Saved entries:
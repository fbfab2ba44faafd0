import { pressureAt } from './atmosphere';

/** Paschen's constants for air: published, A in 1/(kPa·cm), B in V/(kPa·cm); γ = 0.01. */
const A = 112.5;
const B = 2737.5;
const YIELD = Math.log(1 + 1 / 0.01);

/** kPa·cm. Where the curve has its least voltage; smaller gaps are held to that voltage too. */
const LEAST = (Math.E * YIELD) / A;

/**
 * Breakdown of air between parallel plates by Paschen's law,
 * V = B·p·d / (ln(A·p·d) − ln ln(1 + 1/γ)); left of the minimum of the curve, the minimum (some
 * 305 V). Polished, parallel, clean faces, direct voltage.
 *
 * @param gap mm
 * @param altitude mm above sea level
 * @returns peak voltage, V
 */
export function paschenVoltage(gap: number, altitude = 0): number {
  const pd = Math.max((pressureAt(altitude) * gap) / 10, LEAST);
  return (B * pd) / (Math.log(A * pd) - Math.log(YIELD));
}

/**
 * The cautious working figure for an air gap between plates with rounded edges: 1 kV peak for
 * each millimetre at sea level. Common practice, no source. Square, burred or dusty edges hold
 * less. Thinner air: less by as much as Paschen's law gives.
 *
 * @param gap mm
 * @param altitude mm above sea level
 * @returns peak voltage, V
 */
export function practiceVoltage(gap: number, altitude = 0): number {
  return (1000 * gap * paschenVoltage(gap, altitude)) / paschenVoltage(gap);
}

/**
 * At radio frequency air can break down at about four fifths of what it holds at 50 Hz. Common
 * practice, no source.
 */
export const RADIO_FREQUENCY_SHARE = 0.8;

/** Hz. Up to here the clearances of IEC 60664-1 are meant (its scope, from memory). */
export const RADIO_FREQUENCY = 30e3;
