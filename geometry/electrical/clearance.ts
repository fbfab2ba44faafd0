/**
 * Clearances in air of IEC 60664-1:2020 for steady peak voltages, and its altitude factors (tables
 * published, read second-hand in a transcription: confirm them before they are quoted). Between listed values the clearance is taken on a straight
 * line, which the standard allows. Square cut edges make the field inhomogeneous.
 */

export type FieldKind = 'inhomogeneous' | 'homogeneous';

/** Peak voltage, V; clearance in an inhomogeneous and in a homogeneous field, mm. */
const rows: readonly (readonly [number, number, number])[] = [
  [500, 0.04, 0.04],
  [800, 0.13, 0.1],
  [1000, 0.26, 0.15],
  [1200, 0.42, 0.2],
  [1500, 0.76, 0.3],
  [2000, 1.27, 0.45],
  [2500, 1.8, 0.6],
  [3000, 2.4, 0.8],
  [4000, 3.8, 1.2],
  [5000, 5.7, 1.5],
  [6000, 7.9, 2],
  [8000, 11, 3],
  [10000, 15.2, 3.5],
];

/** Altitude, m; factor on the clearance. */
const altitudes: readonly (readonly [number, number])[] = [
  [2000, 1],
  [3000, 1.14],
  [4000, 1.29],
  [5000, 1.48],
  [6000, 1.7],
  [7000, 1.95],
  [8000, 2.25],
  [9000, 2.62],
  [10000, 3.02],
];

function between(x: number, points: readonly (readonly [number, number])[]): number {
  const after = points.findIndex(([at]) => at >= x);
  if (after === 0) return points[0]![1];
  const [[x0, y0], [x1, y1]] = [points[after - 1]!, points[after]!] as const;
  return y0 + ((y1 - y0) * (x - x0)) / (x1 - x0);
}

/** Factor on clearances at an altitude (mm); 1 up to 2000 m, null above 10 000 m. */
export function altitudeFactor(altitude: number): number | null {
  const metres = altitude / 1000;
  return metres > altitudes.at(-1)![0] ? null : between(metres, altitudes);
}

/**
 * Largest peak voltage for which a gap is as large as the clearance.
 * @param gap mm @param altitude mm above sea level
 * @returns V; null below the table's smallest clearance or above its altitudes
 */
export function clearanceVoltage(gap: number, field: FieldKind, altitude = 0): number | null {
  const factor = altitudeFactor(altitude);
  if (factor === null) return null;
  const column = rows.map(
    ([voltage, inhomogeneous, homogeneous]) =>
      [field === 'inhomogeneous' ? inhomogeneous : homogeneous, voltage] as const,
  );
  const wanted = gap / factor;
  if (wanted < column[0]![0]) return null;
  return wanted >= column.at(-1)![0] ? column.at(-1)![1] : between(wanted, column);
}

...

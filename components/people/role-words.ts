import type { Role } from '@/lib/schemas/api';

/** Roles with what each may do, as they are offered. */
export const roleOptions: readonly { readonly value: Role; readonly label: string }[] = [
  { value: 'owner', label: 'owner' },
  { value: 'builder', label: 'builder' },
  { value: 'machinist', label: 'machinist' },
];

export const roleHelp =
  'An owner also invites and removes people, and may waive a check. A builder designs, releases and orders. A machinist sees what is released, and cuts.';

---

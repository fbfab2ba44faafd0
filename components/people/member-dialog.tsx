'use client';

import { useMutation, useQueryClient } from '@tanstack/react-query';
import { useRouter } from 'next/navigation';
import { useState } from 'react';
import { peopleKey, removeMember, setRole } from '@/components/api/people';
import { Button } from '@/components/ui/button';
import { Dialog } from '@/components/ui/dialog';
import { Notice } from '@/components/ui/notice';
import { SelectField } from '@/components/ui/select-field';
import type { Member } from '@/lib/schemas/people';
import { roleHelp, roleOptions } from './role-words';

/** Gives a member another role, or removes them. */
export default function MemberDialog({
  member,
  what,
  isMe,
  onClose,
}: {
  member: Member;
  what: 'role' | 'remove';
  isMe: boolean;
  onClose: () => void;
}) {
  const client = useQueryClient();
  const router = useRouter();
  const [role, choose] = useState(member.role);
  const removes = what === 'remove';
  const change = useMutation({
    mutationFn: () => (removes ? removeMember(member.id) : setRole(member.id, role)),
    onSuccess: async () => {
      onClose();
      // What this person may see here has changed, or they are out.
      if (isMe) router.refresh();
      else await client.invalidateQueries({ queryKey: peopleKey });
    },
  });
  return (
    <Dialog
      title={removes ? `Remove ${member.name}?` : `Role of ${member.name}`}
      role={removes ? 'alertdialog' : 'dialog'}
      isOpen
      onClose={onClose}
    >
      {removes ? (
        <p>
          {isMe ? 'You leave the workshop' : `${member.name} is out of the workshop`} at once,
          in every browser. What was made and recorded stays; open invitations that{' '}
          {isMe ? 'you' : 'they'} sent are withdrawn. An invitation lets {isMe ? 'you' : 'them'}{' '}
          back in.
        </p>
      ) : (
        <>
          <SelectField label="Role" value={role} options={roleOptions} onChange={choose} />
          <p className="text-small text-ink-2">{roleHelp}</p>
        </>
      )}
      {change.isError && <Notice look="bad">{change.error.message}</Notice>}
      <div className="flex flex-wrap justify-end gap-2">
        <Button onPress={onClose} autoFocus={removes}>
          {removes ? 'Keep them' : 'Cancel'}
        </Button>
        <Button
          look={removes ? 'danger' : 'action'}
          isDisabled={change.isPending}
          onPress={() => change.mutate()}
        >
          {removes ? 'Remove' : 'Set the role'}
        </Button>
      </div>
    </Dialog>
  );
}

ASSIGNMENT
Your answer should be only the number of lines in the entries above that hold the string "useRouter".

SOLUTION TO THE PROBLEM
2